Your task: Report back every line in the data that includes the string "else".

Supplied material:
○ ○ ○ ○ ○ ○ ○

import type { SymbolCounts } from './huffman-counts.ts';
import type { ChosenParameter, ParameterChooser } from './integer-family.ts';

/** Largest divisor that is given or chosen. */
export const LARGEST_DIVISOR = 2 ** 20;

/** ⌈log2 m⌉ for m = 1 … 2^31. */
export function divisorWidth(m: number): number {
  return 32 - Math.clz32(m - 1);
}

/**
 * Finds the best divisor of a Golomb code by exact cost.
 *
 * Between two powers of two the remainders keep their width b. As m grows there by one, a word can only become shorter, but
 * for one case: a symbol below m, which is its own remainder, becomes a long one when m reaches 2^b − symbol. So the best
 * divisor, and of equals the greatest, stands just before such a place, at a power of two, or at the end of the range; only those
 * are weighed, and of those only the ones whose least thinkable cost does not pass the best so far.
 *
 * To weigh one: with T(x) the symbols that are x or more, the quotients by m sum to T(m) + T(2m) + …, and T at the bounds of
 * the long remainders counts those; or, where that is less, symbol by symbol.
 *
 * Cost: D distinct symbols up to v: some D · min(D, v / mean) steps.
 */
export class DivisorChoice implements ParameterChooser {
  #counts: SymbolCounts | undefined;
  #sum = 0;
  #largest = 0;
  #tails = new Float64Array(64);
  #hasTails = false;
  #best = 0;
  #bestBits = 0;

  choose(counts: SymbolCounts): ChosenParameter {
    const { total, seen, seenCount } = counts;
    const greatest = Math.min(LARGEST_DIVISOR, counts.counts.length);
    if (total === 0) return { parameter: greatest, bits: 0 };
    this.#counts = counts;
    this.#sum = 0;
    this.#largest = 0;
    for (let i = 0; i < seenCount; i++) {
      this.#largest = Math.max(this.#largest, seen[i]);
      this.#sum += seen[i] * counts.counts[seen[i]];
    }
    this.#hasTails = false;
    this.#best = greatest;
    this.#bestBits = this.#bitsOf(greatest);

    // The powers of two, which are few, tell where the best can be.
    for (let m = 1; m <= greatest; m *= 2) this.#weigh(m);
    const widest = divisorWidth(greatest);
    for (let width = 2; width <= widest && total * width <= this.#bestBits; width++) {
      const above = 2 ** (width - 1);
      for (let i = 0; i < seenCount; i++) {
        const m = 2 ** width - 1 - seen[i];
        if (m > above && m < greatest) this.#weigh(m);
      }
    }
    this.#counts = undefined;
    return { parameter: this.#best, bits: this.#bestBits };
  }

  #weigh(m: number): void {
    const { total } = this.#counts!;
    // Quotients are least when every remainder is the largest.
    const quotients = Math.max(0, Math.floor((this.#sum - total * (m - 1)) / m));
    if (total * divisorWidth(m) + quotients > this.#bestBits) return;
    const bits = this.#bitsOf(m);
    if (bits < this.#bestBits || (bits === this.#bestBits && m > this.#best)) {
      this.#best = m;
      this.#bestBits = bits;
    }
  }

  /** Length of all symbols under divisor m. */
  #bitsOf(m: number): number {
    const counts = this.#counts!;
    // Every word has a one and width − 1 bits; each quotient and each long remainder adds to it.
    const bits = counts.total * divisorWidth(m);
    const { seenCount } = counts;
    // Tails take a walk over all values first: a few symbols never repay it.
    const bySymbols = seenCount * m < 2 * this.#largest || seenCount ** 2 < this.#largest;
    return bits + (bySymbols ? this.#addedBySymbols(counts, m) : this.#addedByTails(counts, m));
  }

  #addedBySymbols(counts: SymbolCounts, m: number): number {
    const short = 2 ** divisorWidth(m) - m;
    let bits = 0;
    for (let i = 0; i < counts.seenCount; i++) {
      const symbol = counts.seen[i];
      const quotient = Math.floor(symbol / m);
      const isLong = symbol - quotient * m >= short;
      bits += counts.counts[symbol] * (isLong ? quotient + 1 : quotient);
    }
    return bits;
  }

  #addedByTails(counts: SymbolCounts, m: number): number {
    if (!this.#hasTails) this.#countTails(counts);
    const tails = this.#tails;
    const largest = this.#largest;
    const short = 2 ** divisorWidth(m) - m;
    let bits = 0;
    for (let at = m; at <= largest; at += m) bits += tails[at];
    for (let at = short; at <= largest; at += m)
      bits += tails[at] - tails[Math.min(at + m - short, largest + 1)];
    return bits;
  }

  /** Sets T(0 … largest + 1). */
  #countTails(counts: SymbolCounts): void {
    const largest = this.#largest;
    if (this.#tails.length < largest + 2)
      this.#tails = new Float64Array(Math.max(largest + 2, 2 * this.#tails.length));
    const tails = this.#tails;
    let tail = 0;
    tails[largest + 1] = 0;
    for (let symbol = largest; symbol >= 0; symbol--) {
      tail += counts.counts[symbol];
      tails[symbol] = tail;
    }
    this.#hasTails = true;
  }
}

○ ○ ○ ○ ○ ○ ○

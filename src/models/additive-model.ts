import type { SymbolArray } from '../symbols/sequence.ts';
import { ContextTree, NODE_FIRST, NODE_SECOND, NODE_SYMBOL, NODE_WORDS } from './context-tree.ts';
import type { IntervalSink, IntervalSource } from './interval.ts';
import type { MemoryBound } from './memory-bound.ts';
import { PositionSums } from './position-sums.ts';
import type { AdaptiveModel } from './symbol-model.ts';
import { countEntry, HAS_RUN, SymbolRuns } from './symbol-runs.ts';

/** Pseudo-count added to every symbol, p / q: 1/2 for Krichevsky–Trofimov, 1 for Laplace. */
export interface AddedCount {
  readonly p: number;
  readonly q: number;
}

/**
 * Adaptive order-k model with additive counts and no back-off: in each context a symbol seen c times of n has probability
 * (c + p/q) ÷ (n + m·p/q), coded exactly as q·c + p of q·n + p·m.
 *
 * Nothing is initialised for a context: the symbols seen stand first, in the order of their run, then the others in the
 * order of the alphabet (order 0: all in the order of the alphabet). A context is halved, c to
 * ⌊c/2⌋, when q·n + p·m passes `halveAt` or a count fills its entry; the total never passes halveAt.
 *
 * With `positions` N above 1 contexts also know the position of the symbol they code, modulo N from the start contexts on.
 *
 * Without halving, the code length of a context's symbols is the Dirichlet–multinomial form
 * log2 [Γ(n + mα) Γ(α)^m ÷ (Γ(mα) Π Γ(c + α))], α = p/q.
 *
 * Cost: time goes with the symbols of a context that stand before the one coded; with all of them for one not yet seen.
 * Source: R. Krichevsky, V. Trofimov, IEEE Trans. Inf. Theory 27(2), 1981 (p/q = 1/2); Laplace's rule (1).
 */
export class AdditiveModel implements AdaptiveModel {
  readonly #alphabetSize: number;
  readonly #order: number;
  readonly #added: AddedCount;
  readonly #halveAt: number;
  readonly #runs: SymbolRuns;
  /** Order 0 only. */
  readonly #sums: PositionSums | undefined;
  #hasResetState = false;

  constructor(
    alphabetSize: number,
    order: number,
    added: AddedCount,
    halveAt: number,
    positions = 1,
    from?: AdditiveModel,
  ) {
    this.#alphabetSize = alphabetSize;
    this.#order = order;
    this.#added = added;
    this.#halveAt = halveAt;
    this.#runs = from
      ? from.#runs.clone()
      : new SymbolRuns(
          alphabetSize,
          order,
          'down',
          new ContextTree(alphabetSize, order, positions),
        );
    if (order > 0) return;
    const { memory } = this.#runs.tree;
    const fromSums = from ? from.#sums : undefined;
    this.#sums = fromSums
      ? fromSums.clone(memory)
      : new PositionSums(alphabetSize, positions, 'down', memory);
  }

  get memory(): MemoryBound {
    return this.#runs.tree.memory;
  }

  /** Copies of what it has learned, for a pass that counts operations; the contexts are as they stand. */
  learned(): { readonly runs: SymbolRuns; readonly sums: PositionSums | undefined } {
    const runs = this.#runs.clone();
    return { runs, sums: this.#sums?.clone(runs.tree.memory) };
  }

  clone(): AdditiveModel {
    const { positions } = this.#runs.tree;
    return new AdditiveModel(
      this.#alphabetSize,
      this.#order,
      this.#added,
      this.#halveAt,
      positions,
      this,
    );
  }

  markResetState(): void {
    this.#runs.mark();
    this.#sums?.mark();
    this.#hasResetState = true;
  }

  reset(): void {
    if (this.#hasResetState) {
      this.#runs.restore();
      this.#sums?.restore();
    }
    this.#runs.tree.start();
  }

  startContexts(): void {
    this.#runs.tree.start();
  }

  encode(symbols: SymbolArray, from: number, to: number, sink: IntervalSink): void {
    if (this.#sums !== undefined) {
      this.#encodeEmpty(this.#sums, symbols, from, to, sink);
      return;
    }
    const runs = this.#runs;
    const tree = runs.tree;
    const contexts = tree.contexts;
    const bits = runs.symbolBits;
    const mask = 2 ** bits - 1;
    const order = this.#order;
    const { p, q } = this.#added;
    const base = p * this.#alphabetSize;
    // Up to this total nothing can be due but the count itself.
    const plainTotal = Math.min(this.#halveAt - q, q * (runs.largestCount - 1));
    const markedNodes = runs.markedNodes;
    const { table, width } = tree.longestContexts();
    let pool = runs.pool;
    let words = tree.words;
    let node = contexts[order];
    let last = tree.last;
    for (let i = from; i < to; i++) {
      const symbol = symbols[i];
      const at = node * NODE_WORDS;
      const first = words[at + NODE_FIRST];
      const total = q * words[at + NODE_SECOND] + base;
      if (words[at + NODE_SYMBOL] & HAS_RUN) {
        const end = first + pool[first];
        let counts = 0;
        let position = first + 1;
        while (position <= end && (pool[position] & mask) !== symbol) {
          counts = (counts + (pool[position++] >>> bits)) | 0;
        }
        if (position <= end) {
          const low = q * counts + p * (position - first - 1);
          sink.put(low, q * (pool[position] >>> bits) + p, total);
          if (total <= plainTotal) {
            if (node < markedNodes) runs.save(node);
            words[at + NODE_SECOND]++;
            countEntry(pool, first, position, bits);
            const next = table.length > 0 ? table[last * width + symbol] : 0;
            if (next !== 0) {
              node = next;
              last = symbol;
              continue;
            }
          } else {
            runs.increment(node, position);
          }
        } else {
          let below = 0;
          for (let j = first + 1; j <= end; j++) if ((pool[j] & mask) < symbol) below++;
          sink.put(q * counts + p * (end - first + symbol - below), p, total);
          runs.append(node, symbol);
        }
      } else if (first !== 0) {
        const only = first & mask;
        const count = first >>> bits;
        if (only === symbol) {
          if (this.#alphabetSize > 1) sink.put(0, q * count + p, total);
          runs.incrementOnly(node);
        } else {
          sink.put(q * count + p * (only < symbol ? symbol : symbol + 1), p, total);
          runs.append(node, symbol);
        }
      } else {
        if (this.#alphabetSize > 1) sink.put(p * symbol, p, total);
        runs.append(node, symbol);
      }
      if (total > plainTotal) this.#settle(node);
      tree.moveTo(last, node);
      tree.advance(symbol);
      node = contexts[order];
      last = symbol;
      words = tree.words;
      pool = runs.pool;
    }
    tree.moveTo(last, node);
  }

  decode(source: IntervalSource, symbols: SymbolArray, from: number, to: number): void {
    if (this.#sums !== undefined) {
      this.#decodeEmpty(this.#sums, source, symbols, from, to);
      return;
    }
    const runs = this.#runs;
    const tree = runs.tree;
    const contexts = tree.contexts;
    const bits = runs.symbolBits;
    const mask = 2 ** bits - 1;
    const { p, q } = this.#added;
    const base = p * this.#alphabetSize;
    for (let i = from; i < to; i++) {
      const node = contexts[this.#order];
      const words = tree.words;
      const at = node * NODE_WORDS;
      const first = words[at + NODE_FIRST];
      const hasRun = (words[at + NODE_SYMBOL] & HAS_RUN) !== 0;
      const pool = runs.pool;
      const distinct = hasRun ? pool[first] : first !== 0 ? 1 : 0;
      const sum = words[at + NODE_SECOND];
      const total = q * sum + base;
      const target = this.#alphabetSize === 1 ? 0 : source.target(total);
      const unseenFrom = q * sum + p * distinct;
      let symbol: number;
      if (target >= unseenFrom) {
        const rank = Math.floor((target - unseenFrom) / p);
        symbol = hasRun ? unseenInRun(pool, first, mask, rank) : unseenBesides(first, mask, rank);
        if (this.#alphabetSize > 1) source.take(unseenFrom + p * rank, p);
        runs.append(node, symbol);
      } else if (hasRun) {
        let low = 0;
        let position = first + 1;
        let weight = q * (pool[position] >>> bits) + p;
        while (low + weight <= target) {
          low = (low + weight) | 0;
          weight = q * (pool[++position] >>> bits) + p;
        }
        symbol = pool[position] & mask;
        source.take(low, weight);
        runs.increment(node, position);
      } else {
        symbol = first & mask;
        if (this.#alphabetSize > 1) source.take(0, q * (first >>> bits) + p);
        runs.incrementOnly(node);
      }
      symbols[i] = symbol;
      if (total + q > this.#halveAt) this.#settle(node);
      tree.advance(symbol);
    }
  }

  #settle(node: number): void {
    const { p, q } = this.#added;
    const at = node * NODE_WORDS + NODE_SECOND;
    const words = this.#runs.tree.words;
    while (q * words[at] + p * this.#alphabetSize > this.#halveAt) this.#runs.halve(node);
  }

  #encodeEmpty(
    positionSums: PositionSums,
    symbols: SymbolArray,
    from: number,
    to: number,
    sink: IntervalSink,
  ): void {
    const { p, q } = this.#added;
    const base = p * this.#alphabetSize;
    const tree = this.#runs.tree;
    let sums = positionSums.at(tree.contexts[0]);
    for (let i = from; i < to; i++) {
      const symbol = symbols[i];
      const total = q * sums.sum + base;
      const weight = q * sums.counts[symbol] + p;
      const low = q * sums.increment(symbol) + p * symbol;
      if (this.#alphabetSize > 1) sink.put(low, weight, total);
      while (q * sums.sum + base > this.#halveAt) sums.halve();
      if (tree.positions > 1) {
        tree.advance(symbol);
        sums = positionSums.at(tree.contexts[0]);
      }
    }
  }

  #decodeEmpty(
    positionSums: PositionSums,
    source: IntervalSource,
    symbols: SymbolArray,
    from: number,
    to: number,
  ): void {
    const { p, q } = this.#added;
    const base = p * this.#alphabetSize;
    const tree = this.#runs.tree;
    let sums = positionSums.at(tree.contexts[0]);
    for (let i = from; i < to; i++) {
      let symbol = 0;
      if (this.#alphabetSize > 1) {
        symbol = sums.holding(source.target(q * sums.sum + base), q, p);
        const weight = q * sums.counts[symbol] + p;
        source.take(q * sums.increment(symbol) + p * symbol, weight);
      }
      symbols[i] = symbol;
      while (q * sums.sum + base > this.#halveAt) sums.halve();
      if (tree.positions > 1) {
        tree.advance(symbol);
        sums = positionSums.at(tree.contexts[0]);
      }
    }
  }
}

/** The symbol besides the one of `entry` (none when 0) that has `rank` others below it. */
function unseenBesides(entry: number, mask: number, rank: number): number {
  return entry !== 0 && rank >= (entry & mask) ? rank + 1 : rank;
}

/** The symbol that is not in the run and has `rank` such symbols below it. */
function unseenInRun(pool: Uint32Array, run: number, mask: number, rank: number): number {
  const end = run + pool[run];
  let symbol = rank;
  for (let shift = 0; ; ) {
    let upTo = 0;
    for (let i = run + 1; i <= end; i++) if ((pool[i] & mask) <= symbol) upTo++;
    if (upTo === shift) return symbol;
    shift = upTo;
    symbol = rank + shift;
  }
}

○ ○ ○ ○ ○ ○ ○

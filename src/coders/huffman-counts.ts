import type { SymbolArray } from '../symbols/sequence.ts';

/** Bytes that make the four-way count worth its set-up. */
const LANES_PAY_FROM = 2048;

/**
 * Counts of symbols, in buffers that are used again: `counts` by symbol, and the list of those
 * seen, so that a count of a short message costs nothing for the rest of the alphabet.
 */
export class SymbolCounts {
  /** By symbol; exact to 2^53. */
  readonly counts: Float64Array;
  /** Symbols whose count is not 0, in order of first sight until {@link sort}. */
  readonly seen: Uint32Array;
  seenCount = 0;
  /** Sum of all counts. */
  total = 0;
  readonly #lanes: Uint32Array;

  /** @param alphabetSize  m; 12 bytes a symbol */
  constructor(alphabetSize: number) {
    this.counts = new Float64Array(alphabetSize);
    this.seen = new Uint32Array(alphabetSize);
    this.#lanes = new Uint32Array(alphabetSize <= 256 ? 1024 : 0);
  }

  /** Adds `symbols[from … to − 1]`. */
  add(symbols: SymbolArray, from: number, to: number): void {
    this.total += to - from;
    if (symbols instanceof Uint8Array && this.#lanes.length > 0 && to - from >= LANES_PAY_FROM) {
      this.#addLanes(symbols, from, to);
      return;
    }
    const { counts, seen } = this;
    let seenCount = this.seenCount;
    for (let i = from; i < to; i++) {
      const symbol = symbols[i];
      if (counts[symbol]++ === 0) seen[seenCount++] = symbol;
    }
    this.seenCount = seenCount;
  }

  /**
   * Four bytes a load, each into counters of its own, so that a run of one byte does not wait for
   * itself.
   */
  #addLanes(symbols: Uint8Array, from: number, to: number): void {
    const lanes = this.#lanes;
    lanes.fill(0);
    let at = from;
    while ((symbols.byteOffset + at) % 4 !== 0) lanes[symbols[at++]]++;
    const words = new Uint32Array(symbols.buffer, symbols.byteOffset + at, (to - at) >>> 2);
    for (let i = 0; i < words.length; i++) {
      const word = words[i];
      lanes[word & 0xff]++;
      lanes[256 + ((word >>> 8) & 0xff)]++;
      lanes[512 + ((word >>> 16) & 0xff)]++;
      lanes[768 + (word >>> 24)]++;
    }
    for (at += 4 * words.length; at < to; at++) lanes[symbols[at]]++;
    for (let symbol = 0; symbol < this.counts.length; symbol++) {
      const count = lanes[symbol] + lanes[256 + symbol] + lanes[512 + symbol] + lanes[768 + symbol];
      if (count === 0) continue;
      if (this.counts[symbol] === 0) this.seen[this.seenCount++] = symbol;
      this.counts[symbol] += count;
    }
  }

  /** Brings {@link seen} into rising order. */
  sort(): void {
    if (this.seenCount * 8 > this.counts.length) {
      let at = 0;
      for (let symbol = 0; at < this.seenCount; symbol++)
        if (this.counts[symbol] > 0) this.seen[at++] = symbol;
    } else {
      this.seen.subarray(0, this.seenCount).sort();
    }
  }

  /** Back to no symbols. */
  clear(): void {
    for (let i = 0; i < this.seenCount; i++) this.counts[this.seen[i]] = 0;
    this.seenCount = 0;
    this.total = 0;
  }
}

○ ○ ○ ○ ○ ○ ○

Exercise output:
          } else {
        } else {
      } else if (first !== 0) {
        } else {
      } else {
      } else if (hasRun) {
      } else {
    } else {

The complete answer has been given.